As a realtor who reviews strata documents on a regular basis, I think Depreciation Reports are great! Depreciation Reports are review of all building components: exterior, caulking, roof, balconies, windows, electrical system, fire system, pipes, elevators, hallways, parkades, boilers, intercoms, and more. The report then details the current age of the component, expected replacement and maintenance, and cost involved. The report details financial projections for the next 30 years and offers suggestions on financing plans for the Strata, whether that is through increased strata fees, high levies or a mix of both. These reports are very helpful insight into what the Strata has already maintained and what might be coming up, taking some of the guesswork out of the future.
A few years ago the BC Government, through the Strata Property Act, mandated a new requirement of all Stratas: each year (typically at the annual AGM) Owners need to vote as to whether or not they will be getting a new Depreciation Report done. This was a welcome change to ensure all Stratas have a conversation every year about upcoming maintenance and costs so they can be financially prepared for unavoidable upcoming maintenance in their building.
This rule doesn’t force Stratas to have a Depreciation Report, it just forces them to vote every year which ensures it is part of the yearly conversation. Technically, Stratas can vote “No“ every year and never have a report done, but the status quo indicates that it is not a benefit to the Strata to vote “No” each year as potential Buyers would like to see this report. Once Stratas get the report done they can choose to vote “No” on the update, but should look into getting a new report done once the original report becomes too outdated.
There are a variety of companies that do Depreciation Reports and some are certainly better than others. I find appraisal companies and “Reserve Fund Studies” are never detailed enough to be very helpful or correct, whereas Engineering Companies typically offer the most information and most accurate quotes (in no small part because Engineering Companies are the ones who are often hired for the fix).
However, the quality of the Depreciation Report does also rely on the Strata to ensure the information the company has when doing the report is up to date and correct. Stratas should not overlook their responsibility to review the report before it becomes the official version since I’ve seen a lot of reports that don’t comment on certain building issues (i.e. the Depreciation Report in my own building assumed the parkade membrane was done during the full rainscreen project, which is incorrect and therefore led to a huge project missing from the report and suggested financial projections).
For Buyers who are new to Depreciation Reports, read through the entire report.
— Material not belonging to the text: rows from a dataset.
"""Column specifications of the three data formats (DESIGN.md, "Data formats").

Decision level: one row per decision; trial level: one row per trial; lottery: one row per
binary choice. Everything that checks or converts data reads its column lists from here.
"""

from __future__ import annotations

import re
from collections.abc import Iterable

DECISIONS = "decisions"
TRIALS = "trials"
LOTTERY = "lottery"
FORMATS = (DECISIONS, TRIALS, LOTTERY)

DECISION_REQUIRED = ("subject", "trial", "step", "p_survive", "gain", "action", "outcome")
TRIAL_REQUIRED = ("subject", "trial", "p_survive", "gain", "draws", "busted")
LOTTERY_REQUIRED = ("subject", "item", "choice")

# Per-trial design columns: constant within a trial (p_survive and gain are required).
TRIAL_CONFIG = (
    "p_survive",
    "gain",
    "start",
    "bust_keep",
    "task",
    "group",
    "n_players",
    "prize",
    "keep_bank",
    "pool_size",
    "pool_bad",
    "odds_known",
)
# Task variants: draws without replacement from a known pool; odds not told.
POOL_COLUMNS = ("pool_size", "pool_bad")
OPTIONAL_STOPPING = ("bank", *TRIAL_CONFIG[2:])  # every per-trial column but the required two
CONTEST_REQUIRED = ("group", "n_players", "prize")

# Values used when an optional column is absent.
DEFAULTS: dict[str, object] = {
    "start": 0.0,
    "bust_keep": 0.0,
    "task": "solo",
    "n_players": 1,
    "prize": 0.0,
    "keep_bank": 1,
}

ACTIONS = ("draw", "stop")
OUTCOMES = ("success", "bust")
TASKS = ("solo", "contest")
CHOICES = ("A", "B")

# Trial-level only: 1 marks a trial that ended without stop or bust (allow_censored=True).
CENSORED = "censored"

_LOTTERY_COLUMN = re.compile(r"^([ab])_([xp])([1-9][0-9]*)$")


def lottery_outcome_column(name: str) -> tuple[str, str, int] | None:
    """Parse ``a_x1``-style names into (option, "x"|"p", index); None for other names."""
    match = _LOTTERY_COLUMN.match(name)
    if match is None:
        return None
    return match.group(1), match.group(2), int(match.group(3))


def lottery_outcome_indices(columns: Iterable[str]) -> dict[str, list[int]]:
    """Outcome indices present per option: {"a": [1, 2], "b": [1, 2]} (from x or p columns)."""
    found: dict[str, set[int]] = {"a": set(), "b": set()}
    for name in columns:
        parsed = lottery_outcome_column(str(name))
        if parsed is not None:
            found[parsed[0]].add(parsed[2])
    return {option: sorted(indices) for option, indices in found.items()}


def detect_format(columns: Iterable[str]) -> str | None:
    """Tell the format from the column names: lottery (a ``choice`` or ``a_x1``-style
    column), decision level (``action``/``step``/``outcome``), trial level
    (``draws``/``busted``); None when no marker column is present."""
    names = {str(c) for c in columns}
    if "choice" in names or any(lottery_outcome_column(n) for n in names):
        return LOTTERY
    if names & {"action", "step", "outcome"}:
        return DECISIONS
    if names & {"draws", "busted"}:
        return TRIALS
    return None


def required_columns(fmt: str) -> tuple[str, ...]:
    return {DECISIONS: DECISION_REQUIRED, TRIALS: TRIAL_REQUIRED, LOTTERY: LOTTERY_REQUIRED}[fmt]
Thy often do a great job of explaining their purpose and assumptions, and helps clarify the level of information they received, understood and provided. Another detail to look for in the strata minutes is how the Strata reacted to the report – did they take the suggestions and work them into their short term plans? Have they adjusted their strata fees to reflect better savings for projects? Did they review the report in detail first?
Reviewing strata documents is an important part of purchasing a property. There is a lot of information to be found “between the lines” and your agent should help you understand how the building compares to others financially, physically and governmentally.